> [Dataset records]:
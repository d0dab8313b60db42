// One lifetime candidate fitted by maximum likelihood: checks that the data
// can carry the distribution, finds the estimable design columns and starting
// values by least squares, runs Newton–Raphson in standardised coordinates,
// and maps the estimates and their covariance back to the data's scale.
import type { DesignMatrix } from '../../types.ts';
import { issue, type Issue, type IssuePath } from '../../issues.ts';
import { fitLeastSquares } from '../../fit/index.ts';
import { censoringCounts, firstNonPositiveTime, type CensoredResponse } from './censoring.ts';
import { DISTRIBUTION_NAMES, DISTRIBUTIONS, isDistributionName, type Distribution } from './distributions.ts';
import { modelScaleBounds, standardiseBounds } from './bounds.ts';
import { locationScaleLogLikelihood } from './location-scale-likelihood.ts';
import { gammaLogLikelihood } from './gamma-likelihood.ts';
import { aftObjective, type Contributions } from './aft-objective.ts';
import { maximiseByNewton, type NewtonOutcome } from './newton.ts';
import { backTransform, standardiseDesign, type ResponseScaling } from './standardised-problem.ts';
import { startingValues } from './start-values.ts';
import { choleskyInverse, congruence } from './small-matrix.ts';
import { checkLifetimeOptions, DEFAULT_MAX_ITERATIONS, type LifetimeOptions } from './options.ts';
import { lifetimeResult, type LifetimeFit } from './lifetime-result.ts';

export interface LifetimeCandidate {
  name: string;
  /** One of DISTRIBUTION_NAMES; anything else is an issue. */
  distribution: string;
  /** The location's design on the response rows (buildDesign with an intercept). */
  design: DesignMatrix;
}

/** Below this log scale (in units of the data's spread) the scale has collapsed: σ' < 6e-6, far below any real scatter of lives. */
const COLLAPSED_LOG_SCALE = -12;
/** Beyond this size a standardised coefficient (spreads of y per spread of x) is running away. */
const DIVERGED_COEFFICIENT = 30;
/**
 * A standardised standard error above this means the data do not bound the
 * coefficient: the likelihood flattens as it grows (e.g. a factor level
 * whose units all outlived the test), so Newton's decrement vanishes before
 * any maximum. Real data pin a standardised coefficient to about
 * 1/sqrt(failures), far below 1.
 */
const UNBOUNDED_STANDARD_ERROR = 1e3;

function contributionsOf(distribution: Distribution): Contributions {
  const form = distribution.form;
  if (form.kind === 'gamma') return gammaLogLikelihood;
  return (bounds, mu, s, out) => locationScaleLogLikelihood(form.law, bounds, mu, s, out);
}

/** The parameters a data set without failures (or without survivors) leaves undetermined. */
function undeterminedParameters(distribution: Distribution, design: DesignMatrix): string[] {
  const onlyIntercept = design.labels.length === 1 && design.intercept;
  const location = onlyIntercept ? distribution.usual.filter((u) => u.from === 'location').map((u) => u.name) : design.labels;
  return [...location, ...distribution.usual.filter((u) => u.from === 'extra').map((u) => u.name)];
}

function dataIssues(distribution: Distribution, design: DesignMatrix, response: CensoredResponse, at: IssuePath): Issue[] {
  if (distribution.scale === 'log') {
    const bad = firstNonPositiveTime(response);
    if (bad) {
      return [issue('lifetime_time_not_positive', [...at, 'distribution'], {
        column: response.timeColumn, row: bad.row, value: bad.value, status: bad.status, distribution: distribution.name,
      })];
    }
  }
  const counts = censoringCounts(response);
  const rows = response.time.length;
  if (counts.right === rows) {
    return [issue('lifetime_no_failures', at, { rows, notEstimable: undeterminedParameters(distribution, design) })];
  }
  if (counts.left === rows) {
    return [issue('lifetime_only_left_censored', at, { rows, notEstimable: undeterminedParameters(distribution, design) })];
  }
  return [];
}

function meanAndSpread(values: Float64Array): ResponseScaling {
  let total = 0;
  let count = 0;
  for (const v of values) if (Number.isFinite(v)) { total += v; count++; }
  const centre = count > 0 ? total / count : 0;
  let square = 0;
  for (const v of values) if (Number.isFinite(v)) square += (v - centre) * (v - centre);
  const spread = count > 0 ? Math.sqrt(square / count) : 0;
  return { centre, spread: spread > 0 && Number.isFinite(spread) ? spread : 1 };
}

export function fitLifetime(
  candidate: LifetimeCandidate,
  response: CensoredResponse,
  options: LifetimeOptions = {},
  at: IssuePath = [],
): LifetimeFit | { issues: Issue[] } {
  if (!isDistributionName(candidate.distribution)) {
    return { issues: [issue('lifetime_distribution_unknown', [...at, 'distribution'], { distribution: String(candidate.distribution), known: [...DISTRIBUTION_NAMES] })] };
  }
  const distribution = DISTRIBUTIONS[candidate.distribution];
  const design = candidate.design;
  const n = response.time.length;
  if (design.rows !== n) {
    return { issues: [issue('observations_mismatch', at, { observations: design.rows, expected: n, against: 'the response has' })] };
  }
  const problems = [...checkLifetimeOptions(options), ...dataIssues(distribution, design, response, at)];
  if (problems.length > 0) return { issues: problems };

  const form = distribution.form;
  const extraFree = !(form.kind === 'locationScale' && form.fixedScale);
  const onScale = modelScaleBounds(response, distribution.scale === 'log');
  const moments = meanAndSpread(onScale.representative);
  // A free scale absorbs the spread; the exponential's (fixed at 1) and the
  // gamma's (a shape, not a scale of ln t) cannot, so only shift those.
  const scaling: ResponseScaling = {
    centre: design.intercept ? moments.centre : 0,
    spread: form.kind === 'locationScale' && !form.fixedScale ? moments.spread : 1,
  };
  const leastSquares = fitLeastSquares(design, onScale.representative);
  const estimable = leastSquares.estimable;
  const standardised = standardiseDesign(design, estimable);
  const objective = aftObjective({
    columns: standardised.columns,
    bounds: standardiseBounds(onScale.bounds, scaling.centre, scaling.spread),
    contributions: contributionsOf(distribution),
    extraFree,
    fixedExtra: 0,
  });
  const cap = options.maxIterations ?? DEFAULT_MAX_ITERATIONS;
  const lsCoefficients = estimable.map((j) => leastSquares.coefficients[j] as number);
  const rootMeanSquare = Math.sqrt(leastSquares.rss / n);
  // A second start (the location without its terms) when the first fails:
  // heavy censoring can put least squares far from the maximum.
  let outcome: NewtonOutcome | null = null;
  let iterations = 0;
  for (const withSlopes of [true, false]) {
    outcome = maximiseByNewton(objective, startingValues(distribution, lsCoefficients, rootMeanSquare, standardised, scaling, withSlopes), cap);
    iterations += outcome.iterations;
    if (outcome.converged) break;
  }
  const result = outcome!;
  const p = standardised.columns.length;
  const m = p + (extraFree ? 1 : 0);
  const collapsed = extraFree && form.kind === 'locationScale' && result.theta[p] < COLLAPSED_LOG_SCALE;
  const fitCovariance = result.information ? choleskyInverse(result.information, m) : null;
  const unbounded = fitCovariance !== null && Array.from({ length: p }, (_, j) => fitCovariance[j * m + j])
    .some((v) => !(v <= UNBOUNDED_STANDARD_ERROR * UNBOUNDED_STANDARD_ERROR));
  if (!result.converged || collapsed || unbounded) {
    const diverged = unbounded || result.theta.slice(0, p).some((g) => Math.abs(g) > DIVERGED_COEFFICIENT);
    const reason = collapsed ? 'scale_collapsed' : diverged ? 'estimates_diverge' : result.reason ?? 'estimates_diverge';
    return {
      issues: [issue('lifetime_not_converged', at, { name: candidate.name, distribution: distribution.name, iterations, reason })],
    };
  }
  const map = backTransform(standardised, scaling, extraFree);
  const theta = new Float64Array(m);
  for (let i = 0; i < m; i++) {
    let v = map.offset[i];
    for (let j = 0; j < m; j++) v += map.jacobian[i * m + j] * result.theta[j];
    theta[i] = v;
  }
  const covariance = congruence(map.jacobian, m, m, fitCovariance!);
  // The fit's log-likelihood is of y' = (y - centre)/spread: each exact row's
  // density gains -ln spread on the scale of y, and -ln t more on the time scale.
  const logLikelihoodOfY = result.at.value - onScale.exactCount * Math.log(scaling.spread);
  return lifetimeResult({
    name: candidate.name,
    distribution,
    design,
    leastSquares,
    estimates: {
      distribution: distribution.name,
      estimable,
      coefficients: theta.slice(0, p),
      extra: extraFree ? theta[p] : null,
      covariance,
      dimension: m,
    },
    logLikelihood: logLikelihoodOfY - onScale.sumLogExactTimes,
    logLikelihoodLogTime: distribution.scale === 'log' ? logLikelihoodOfY : null,
    convergence: { iterations, decrement: result.decrement },
    counts: censoringCounts(response),
    options,
  });
}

> [Aim of the exercise]:
Using the data above, say how many lines include "isDistributionName". No other reply is needed.

> [Result below]:
2